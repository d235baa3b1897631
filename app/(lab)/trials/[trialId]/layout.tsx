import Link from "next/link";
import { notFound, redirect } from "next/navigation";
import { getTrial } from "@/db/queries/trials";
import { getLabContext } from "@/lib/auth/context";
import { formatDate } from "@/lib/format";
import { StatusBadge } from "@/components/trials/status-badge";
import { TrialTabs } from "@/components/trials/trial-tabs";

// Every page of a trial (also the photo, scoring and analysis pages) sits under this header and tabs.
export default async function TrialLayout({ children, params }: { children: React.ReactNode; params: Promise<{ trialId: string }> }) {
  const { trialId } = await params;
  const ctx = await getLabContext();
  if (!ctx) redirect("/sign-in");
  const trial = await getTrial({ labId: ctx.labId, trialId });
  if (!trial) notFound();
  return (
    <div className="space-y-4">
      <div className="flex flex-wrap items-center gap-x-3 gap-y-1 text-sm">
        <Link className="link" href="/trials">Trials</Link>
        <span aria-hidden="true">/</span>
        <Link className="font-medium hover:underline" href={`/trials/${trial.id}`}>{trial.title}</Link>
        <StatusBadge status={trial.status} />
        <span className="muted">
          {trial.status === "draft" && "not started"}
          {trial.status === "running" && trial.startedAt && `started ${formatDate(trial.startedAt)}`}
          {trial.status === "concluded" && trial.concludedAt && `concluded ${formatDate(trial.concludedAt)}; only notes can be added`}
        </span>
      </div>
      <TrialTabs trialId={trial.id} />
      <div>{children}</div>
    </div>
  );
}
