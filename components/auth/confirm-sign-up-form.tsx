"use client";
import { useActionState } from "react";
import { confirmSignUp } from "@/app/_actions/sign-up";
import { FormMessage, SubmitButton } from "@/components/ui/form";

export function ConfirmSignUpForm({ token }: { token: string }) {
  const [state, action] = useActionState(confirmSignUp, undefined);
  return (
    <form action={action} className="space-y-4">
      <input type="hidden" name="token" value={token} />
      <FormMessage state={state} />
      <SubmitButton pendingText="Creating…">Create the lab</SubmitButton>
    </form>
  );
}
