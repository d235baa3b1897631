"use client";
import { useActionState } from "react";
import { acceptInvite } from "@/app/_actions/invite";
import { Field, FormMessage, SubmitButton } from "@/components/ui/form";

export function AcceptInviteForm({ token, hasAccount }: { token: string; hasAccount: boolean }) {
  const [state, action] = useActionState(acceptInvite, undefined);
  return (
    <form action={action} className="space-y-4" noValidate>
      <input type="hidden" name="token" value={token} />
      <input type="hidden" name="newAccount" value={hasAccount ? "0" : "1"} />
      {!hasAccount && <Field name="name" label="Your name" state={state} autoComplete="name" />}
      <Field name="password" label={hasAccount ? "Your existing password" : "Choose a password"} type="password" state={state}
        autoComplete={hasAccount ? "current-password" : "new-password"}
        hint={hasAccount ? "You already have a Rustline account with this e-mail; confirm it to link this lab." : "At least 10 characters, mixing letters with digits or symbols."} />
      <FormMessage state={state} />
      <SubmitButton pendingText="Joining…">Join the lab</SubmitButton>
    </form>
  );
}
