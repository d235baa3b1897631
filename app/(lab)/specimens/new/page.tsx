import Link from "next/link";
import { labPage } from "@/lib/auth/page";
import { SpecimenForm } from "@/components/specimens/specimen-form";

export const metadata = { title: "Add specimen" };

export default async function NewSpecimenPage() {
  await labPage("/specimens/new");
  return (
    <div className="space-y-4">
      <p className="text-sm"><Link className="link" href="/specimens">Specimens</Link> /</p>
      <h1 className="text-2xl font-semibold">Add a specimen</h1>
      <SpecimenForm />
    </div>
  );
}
_ _ _ _ _
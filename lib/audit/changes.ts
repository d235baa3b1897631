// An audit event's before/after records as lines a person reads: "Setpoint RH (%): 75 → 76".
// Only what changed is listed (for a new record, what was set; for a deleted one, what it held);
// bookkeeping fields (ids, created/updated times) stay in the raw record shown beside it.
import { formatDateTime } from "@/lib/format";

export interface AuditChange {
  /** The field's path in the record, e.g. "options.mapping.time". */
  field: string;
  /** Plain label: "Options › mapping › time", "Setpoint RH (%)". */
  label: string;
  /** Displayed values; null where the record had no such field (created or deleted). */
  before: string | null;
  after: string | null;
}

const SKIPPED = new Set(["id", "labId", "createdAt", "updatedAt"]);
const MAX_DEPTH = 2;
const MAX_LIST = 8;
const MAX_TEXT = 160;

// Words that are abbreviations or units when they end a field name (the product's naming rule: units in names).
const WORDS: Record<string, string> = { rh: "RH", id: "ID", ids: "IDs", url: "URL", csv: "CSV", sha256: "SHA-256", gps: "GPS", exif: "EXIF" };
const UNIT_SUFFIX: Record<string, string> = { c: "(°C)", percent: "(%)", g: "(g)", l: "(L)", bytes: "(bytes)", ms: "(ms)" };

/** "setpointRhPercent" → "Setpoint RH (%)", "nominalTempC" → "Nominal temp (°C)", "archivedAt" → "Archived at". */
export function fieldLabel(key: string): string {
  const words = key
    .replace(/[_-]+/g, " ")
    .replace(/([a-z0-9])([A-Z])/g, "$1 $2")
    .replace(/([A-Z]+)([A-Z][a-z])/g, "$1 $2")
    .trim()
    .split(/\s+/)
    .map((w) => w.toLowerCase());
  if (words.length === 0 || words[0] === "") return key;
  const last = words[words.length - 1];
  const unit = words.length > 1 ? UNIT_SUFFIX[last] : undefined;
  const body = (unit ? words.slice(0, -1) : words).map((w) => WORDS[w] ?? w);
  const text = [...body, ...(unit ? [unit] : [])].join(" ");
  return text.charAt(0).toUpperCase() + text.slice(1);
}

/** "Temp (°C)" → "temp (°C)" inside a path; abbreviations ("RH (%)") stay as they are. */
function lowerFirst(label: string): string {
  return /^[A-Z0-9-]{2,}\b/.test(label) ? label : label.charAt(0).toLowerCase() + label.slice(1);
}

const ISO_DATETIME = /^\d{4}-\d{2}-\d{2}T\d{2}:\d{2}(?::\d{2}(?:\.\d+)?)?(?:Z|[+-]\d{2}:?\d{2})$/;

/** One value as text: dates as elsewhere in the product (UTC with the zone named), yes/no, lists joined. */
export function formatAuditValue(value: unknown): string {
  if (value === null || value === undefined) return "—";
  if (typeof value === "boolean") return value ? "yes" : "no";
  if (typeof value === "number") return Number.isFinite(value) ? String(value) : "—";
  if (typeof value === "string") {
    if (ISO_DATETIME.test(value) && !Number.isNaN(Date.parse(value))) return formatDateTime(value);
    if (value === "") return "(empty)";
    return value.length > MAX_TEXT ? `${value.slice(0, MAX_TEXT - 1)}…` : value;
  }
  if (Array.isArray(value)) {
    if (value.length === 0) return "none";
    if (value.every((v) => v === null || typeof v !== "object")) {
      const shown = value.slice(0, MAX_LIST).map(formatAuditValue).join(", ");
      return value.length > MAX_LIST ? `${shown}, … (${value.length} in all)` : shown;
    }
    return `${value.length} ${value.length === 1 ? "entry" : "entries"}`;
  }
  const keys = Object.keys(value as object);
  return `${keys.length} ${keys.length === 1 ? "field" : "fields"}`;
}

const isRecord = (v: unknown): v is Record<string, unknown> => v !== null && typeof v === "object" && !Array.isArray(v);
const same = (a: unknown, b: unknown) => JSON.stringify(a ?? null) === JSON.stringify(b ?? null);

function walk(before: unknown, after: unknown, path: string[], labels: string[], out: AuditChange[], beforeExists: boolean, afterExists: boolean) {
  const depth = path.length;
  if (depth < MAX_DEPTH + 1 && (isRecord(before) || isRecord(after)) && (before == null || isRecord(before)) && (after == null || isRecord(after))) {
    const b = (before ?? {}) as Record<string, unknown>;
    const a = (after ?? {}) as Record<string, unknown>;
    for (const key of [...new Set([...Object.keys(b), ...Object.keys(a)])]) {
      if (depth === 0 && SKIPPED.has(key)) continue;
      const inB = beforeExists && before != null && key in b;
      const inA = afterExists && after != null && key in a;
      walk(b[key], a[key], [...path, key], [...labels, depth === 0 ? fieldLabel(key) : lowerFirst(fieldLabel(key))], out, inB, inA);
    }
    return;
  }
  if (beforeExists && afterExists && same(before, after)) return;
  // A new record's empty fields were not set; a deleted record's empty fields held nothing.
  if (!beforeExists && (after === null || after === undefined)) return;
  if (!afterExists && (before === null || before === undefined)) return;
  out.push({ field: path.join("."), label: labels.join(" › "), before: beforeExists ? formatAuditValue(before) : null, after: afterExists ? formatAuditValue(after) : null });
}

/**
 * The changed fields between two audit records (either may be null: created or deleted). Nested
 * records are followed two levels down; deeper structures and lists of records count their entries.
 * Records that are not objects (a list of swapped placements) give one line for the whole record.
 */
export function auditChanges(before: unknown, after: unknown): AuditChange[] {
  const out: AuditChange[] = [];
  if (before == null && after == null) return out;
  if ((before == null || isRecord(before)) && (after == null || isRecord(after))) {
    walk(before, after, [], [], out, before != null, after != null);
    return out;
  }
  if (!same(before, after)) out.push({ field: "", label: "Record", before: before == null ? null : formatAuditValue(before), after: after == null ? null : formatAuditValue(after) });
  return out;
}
_ _ _ _ _
Would you show each line of the listing above that has the string "held"?

WRITTEN SOLUTION:
// Only what changed is listed (for a new record, what was set; for a deleted one, what it held);
  // A new record's empty fields were not set; a deleted record's empty fields held nothing.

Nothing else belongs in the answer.